October
8, 2001
"The
bombing begins," screams today's headline of the normally restrained
Guardian. "Battle Joined" echoes the equally cautious Herald Tribune,
quoting George W. Bush. But with whom is it joined? And how will it end? How
about with Osama bin Laden in chains, looking more serene and Christ-like than
ever, arranged before a tribune of his vanquishers with Johnnie Cochran to
defend him? The fees won't be a problem, that's for sure.
Or
how about with a bin Laden blown to smithereens by one of those clever bombs we
keep reading about that kill terrorists in caves but don't break the crockery?

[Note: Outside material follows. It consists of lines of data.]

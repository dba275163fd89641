"use client";

import { useState } from "react";
import { Button } from "@/components/ui/button";
import { ConfirmDialog } from "@/components/ui/confirm-dialog";
import { DateTime } from "@/components/ui/date-time";
import { ErrorPanel } from "@/components/ui/error-panel";
import { SkeletonRows } from "@/components/ui/skeleton";
import { describeError } from "@/lib/query/fetcher";
import { LoadMore } from "@/components/ui/load-more";
import { useRevokeToken, useTokenPages } from "@/lib/query/tokens";
import type { TokenSummary } from "@/lib/contracts/tokens";
import { CreateTokenForm } from "./create-token-form";
import { noun } from "@/lib/text/plural";

export function TokensPanel() {
  const tokens = useTokenPages();
  const revoke = useRevokeToken();
  const [revoking, setRevoking] = useState<TokenSummary | null>(null);

  return (
    <section aria-labelledby="tokens-title" className="max-w-3xl">
      <h2 id="tokens-title" className="text-lg font-semibold">
        API tokens
      </h2>
      <p className="mt-1 text-sm text-ink-soft">
        Scripts and notebooks use a token to call the Gyrolux API as you, with your roles in your labs. Send it as{" "}
        <code className="rounded bg-paper-sunk px-1 font-mono text-xs">Authorization: Bearer glx_…</code>.
      </p>

      <CreateTokenForm />

      <div className="mt-6">
        {tokens.isPending ? (
          <SkeletonRows label="Loading your tokens" rows={3} />
        ) : tokens.isError ? (
          <ErrorPanel error={tokens.error} retry={() => void tokens.refetch()} />
        ) : tokens.items.length === 0 ? (
          <p className="text-sm text-ink-soft">You have no API tokens.</p>
        ) : (
          <div className="relative overflow-x-auto rounded-lg border border-ink/10 bg-paper-raised">
            <table className="w-full text-sm">
              <caption className="sr-only">Your API tokens</caption>
              <thead className="border-b border-ink/10 bg-paper-sunk/70">
                <tr>
                  <th scope="col" className="px-3 py-2 text-left font-semibold">
                    Name
                  </th>
                  <th scope="col" className="px-3 py-2 text-left font-semibold">
                    Created
                  </th>
                  <th scope="col" className="px-3 py-2 text-left font-semibold">
                    Last used
                  </th>
                  <th scope="col" className="px-3 py-2 text-left font-semibold">
                    <span className="sr-only">Actions</span>
                  </th>
                </tr>
              </thead>
              <tbody className="divide-y divide-ink/10">
                {tokens.items.map((token) => (
                  <tr key={token.id}>
                    <td className="px-3 py-2 font-medium">{token.name}</td>
                    <td className="px-3 py-2">
                      <DateTime iso={token.createdAt} />
                    </td>
                    <td className="px-3 py-2">{token.lastUsedAt ? <DateTime iso={token.lastUsedAt} /> : "Never"}</td>
                    <td className="px-3 py-2 text-right">
                      <Button
                        variant="danger"
                        className="py-1"
                        onClick={() => {
                          revoke.reset();
                          setRevoking(token);
                        }}
                      >
                        Revoke<span className="sr-only"> {token.name}</span>
                      </Button>
                    </td>
                  </tr>
                ))}
              </tbody>
            </table>
            <div className="px-3 pb-3">
              <LoadMore
                shown={tokens.items.length}
                hasMore={tokens.hasNextPage}
                loading={tokens.isFetchingNextPage}
                onMore={() => void tokens.fetchNextPage()}
                noun={noun("token")}
              />
            </div>
          </div>
        )}
      </div>

      <ConfirmDialog
        open={revoking !== null}
        title={`Revoke the token “${revoking?.name ?? ""}”?`}
        confirmLabel="Revoke token"
        destructive
        pending={revoke.isPending}
        error={revoke.isError ? describeError(revoke.error) : null}
        onCancel={() => setRevoking(null)}
        onConfirm={() => {
          if (revoking) revoke.mutate(revoking.id, { onSuccess: () => setRevoking(null) });
        }}
      >
        Scripts using it stop working at once. This cannot be undone; you can create a new token.
      </ConfirmDialog>
    </section>
  );
}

Or is there a solution I haven't thought of that will prevent us from turning
our arch-enemy into an arch-martyr in the eyes of those for whom he is already
semi-divine?
Yet
we must punish him. We must bring him to justice. Like any sane person, I see
no other way. Send in the food and medicines, provide the aid, sweep up the
starving refugees, maimed orphans and body parts--sorry, "collateral
damage"--but bin Laden and his awful men, we have no choice, must be
hunted down.
But
unfortunately what America longs for at this moment, even above retribution, is
more friends and fewer enemies. And what America is storing up for herself, and
so are we Brits, is yet more enemies; because after all the bribes, threats and
promises that have patched together the rickety coalition, we cannot prevent
another suicide bomber being born each time a misdirected missile wipes out an
innocent village, and nobody can tell us how to dodge this devil's cycle of
despair, hatred and--yet again--revenge.
The
stylized television footage and photographs of bin Laden suggest a man of
homoerotic narcissism, and maybe we can draw a grain of hope from that. Posing
with a Kalashnikov, attending a wedding or consulting a sacred text, he
radiates with every self-adoring gesture an actor's awareness of the lens. He
has height, beauty, grace, intelligence and magnetism, all great attributes
unless you're the world's hottest fugitive and on the run, in which case
they're liabilities hard to disguise. But greater than all of them, to my jaded
eye, is his barely containable male vanity, his appetite for self-drama and his
closet passion for the limelight. And just possibly this trait will be his
downfall, seducing him into a final dramatic act of self-destruction, produced,
directed, scripted and acted to death by Osama bin Laden himself.
By
the accepted rules of terrorist engagement, of course, the war is long lost. By
us. What victory can we possibly achieve that matches the defeats we have
already suffered, let alone the defeats that lie ahead? Terror is theater, a
soft-spoken Palestinian firebrand told me in Beirut in 1982. He was talking
about the murder of Israeli athletes at the Munich Olympics, but he might as
well have been talking about the twin towers and the Pentagon. The late
Bakunin, evangelist of anarchism, liked to speak of the propaganda of the Act.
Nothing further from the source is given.